§ WORK ITEM
Give every line from the entries that contains "nearestTwo".

§ RECORDS FOR THE EXERCISE

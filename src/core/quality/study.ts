// The augmentation study: for each augmentation and strength, augment every part once, describe the view
// with each method, and measure whether the part is still recognised — as itself and as its family —
// how similar the view stays to the original, and how far the points moved (Chamfer).

import { embedForRetrieval, type Encoders } from '../model/embed';
import { type ModelPart } from '../model/views';
import { type Pose } from '../model/train-config';
import { AUGMENT_KINDS, augment, type AugmentKind, type UpAxis } from '../points/augment';
import { makeCloud } from '../points/cloud';
import { chamferDistance } from '../points/distance';
import { createRng, hashString } from '../rng';
import { d2Histogram, l1 } from '../retrieval/d2';
import type { MethodName } from './methods';
import { sampleQueries, STUDY_QUERIES, STUDY_STRENGTHS, wilsonInterval } from './sampling';

export { sampleQueries, STUDY_QUERIES, STUDY_STRENGTHS, wilsonInterval } from './sampling';

export interface StudyRow {
  readonly augmentation: AugmentKind;
  readonly strength: number;
  readonly method: MethodName;
  /** The source part is the top-1 neighbour of its augmented view. */
  readonly instance_top1: number;
  /** The top-1 neighbour other than the source part has the source's label. */
  readonly label_top1: number;
  /** Mean similarity of view and original (cosine; for D2, 1 − L1/2). */
  readonly mean_similarity: number;
  /** Mean Chamfer distance the augmentation moved the points (unit-sphere units²). */
  readonly mean_chamfer: number;
  /** Parts augmented and looked up (a seeded sample of the library, or all of it); the library searched is whole. */
  readonly queries: number;
  /** 95 % Wilson score intervals of instance_top1 and label_top1 over those queries. */
  readonly instance_top1_ci95: readonly [number, number];
  readonly label_top1_ci95: readonly [number, number];
}

export interface StudyInput {
  readonly parts: readonly ModelPart[];
  readonly labels: readonly string[];
  readonly points: number;
  readonly pose: Pose;
  readonly encoders: Partial<Record<'learned' | 'untrained', Encoders>>;
  readonly kinds?: readonly AugmentKind[];
  readonly strengths?: readonly number[];
  readonly upAxis?: UpAxis;
  readonly seed?: number;
  /** Parts to augment and look up (a seeded sample when fewer than the library); default STUDY_QUERIES. */
  readonly queries?: number;
  /**
   * Retrieval embeddings made elsewhere (the command line's threads), by method: the same vectors
   * `embedForRetrieval` gives with that method's encoders. Without one, the encoders embed here.
   */
  readonly embedWith?: Partial<Record<'learned' | 'untrained', (parts: readonly ModelPart[]) => Promise<Float32Array>>>;
  readonly onProgress?: (done: number, total: number, what: string) => void;
}

/** Descriptors of parts; `ids` are the library indices they stand for (a view is described as its part would be). */
type Describe = (
  parts: readonly ModelPart[],
  ids: readonly number[],
) => Promise<{ vectors: Float32Array; dim: number }> | { vectors: Float32Array; dim: number };

function nearestTwo(
  q: Float32Array,
  qo: number,
  lib: Float32Array,
  dim: number,
  n: number,
  sim: (a: Float32Array, ao: number, b: Float32Array, bo: number) => number,
  self: number,
) {
  let best = -Infinity,
    bestI = -1,
    other = -Infinity,
    otherI = -1;
  for (let j = 0; j < n; j++) {
    const s = sim(q, qo, lib, j * dim);
    if (s > best) {
      best = s;
      bestI = j;
    }
    if (j !== self && s > other) {
      other = s;
      otherI = j;
    }
  }
  return { bestI, otherI };
}

/** Whether two float arrays hold the same values bit for bit. */
function sameBits(a: Float32Array, b: Float32Array): boolean {
  if (a.length !== b.length) return false;
  const x = new Uint32Array(a.buffer, a.byteOffset, a.length);
  const y = new Uint32Array(b.buffer, b.byteOffset, b.length);
  for (let i = 0; i < x.length; i++) if (x[i] !== y[i]) return false;
  return true;
}

export async function runStudy(input: StudyInput): Promise<StudyRow[]> {
  const { parts, labels, points } = input;
  const kinds = input.kinds ?? AUGMENT_KINDS;
  const strengths = input.strengths ?? STUDY_STRENGTHS;
  const seed = input.seed ?? 0;
  const methods: [
    MethodName,
    Describe,
    (a: Float32Array, ao: number, b: Float32Array, bo: number, dim: number) => number,
  ][] = [];
  const cosine = (a: Float32Array, ao: number, b: Float32Array, bo: number, dim: number) => {
    let s = 0;
    for (let d = 0; d < dim; d++) s += a[ao + d] * b[bo + d];
    return s;
  };
  for (const name of ['learned', 'untrained'] as const) {
    const enc = input.encoders[name];
    const elsewhere = input.embedWith?.[name];
    if (enc)
      methods.push([
        name,
        async (ps) => {
          const v = elsewhere ? await elsewhere(ps) : embedForRetrieval(enc, ps, points, input.pose);
          return { vectors: v, dim: v.length / ps.length };
        },
        cosine,
      ]);
  }
  methods.push([
    'd2',
    (ps, ids) => {
      const dim = 64;
      const v = new Float32Array(ps.length * dim);
      ps.forEach((p, i) => v.set(d2Histogram(p.points, createRng(hashString(`d2:${ids[i]}`, seed))), i * dim));
      return { vectors: v, dim };
    },
    (a, ao, b, bo, dim) => 1 - l1(a, b, ao, bo, dim) / 2,
  ]);

  const everyone = parts.map((_, i) => i);
  const clean: { vectors: Float32Array; dim: number }[] = [];
  for (const [, describe] of methods) clean.push(await describe(parts, everyone));
  const asked = sampleQueries(parts.length, input.queries ?? STUDY_QUERIES, seed);
  const q = asked.length;
  const settings = kinds.flatMap((kind) => strengths.map((strength) => ({ kind, strength })));
  /** One setting's views of the asked parts, and how far the points moved (done on this thread). */
  const prepare = ({ kind, strength }: { kind: AugmentKind; strength: number }) => {
    const pipeline = { version: 1 as const, upAxis: input.upAxis ?? 'z', steps: [{ kind, strength, probability: 1 }] };
    const rng = createRng(hashString(`study:${kind}:${strength}`, seed));
    let chamfer = 0;
    const views: ModelPart[] = asked.map((i) => {
      const p = parts[i];
      const src = makeCloud(p.points, p.normals);
      const v = augment(src, pipeline, rng);
      chamfer += chamferDistance(src, v);
      return { points: v.positions, normals: v.normals ?? p.normals };
    });
    // Views that are the parts themselves (every augmentation at strength 0) are measured once for all settings.
    const unchanged = views.every(
      (v, j) => sameBits(v.points, parts[asked[j]].points) && sameBits(v.normals, parts[asked[j]].normals),
    );
    return { views, chamfer, key: unchanged ? 'unchanged' : `${kind}:${strength}` };
  };
  /** Each method's figures for one setting's views; the embedding threads work while the next views are made. */
  const measure = (views: readonly ModelPart[]) =>
    Promise.all(
      methods.map(async ([, describe, sim], m) => {
        const { vectors, dim } = await describe(views, asked);
        const lib = clean[m].vectors;
        let inst = 0,
          lab = 0,
          simSum = 0;
        asked.forEach((i, v) => {
          const { bestI, otherI } = nearestTwo(
            vectors,
            v * dim,
            lib,
            dim,
            parts.length,
            (a, ao, b, bo) => sim(a, ao, b, bo, dim),
            i,
          );
          if (bestI === i) inst++;
          if (otherI >= 0 && labels[otherI] === labels[i]) lab++;
          simSum += sim(vectors, v * dim, lib, i * dim, dim);
        });
        return { inst, lab, simSum };
      }),
    );
  // Describing is deterministic, so the same views give the same figures: unchanged views are measured once.
  const measured = new Map<string, Promise<{ inst: number; lab: number; simSum: number }[]>>();
  const rows: StudyRow[] = [];
  // Two settings are handed to the describers before the first is read, so threads that embed elsewhere always
  // have the next setting's views waiting (with one, they sat idle while this thread read results and made views).
  const pending: { current: ReturnType<typeof prepare>; figures: ReturnType<typeof measure> }[] = [];
  const launch = (k: number) => {
    const current = prepare(settings[k]);
    let figures = measured.get(current.key);
    if (!figures) {
      figures = measure(current.views);
      measured.set(current.key, figures);
    }
    pending.push({ current, figures });
  };
  if (settings.length > 0) launch(0);
  for (let k = 0; k < settings.length; k++) {
    const { kind, strength } = settings[k];
    if (k + 1 < settings.length) launch(k + 1);
    const { current, figures } = pending.shift()!;
    const results = await figures;
    results.forEach(({ inst, lab, simSum }, m) =>
      rows.push({
        augmentation: kind,
        strength,
        method: methods[m][0],
        instance_top1: inst / q,
        label_top1: lab / q,
        mean_similarity: simSum / q,
        mean_chamfer: current.chamfer / q,
        queries: q,
        instance_top1_ci95: wilsonInterval(inst, q),
        label_top1_ci95: wilsonInterval(lab, q),
      }),
    );
    input.onProgress?.(k + 1, settings.length, `${kind} at ${strength}`);
  }
  return rows;
}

§ RESPONSE AREA
function nearestTwo(
          const { bestI, otherI } = nearestTwo(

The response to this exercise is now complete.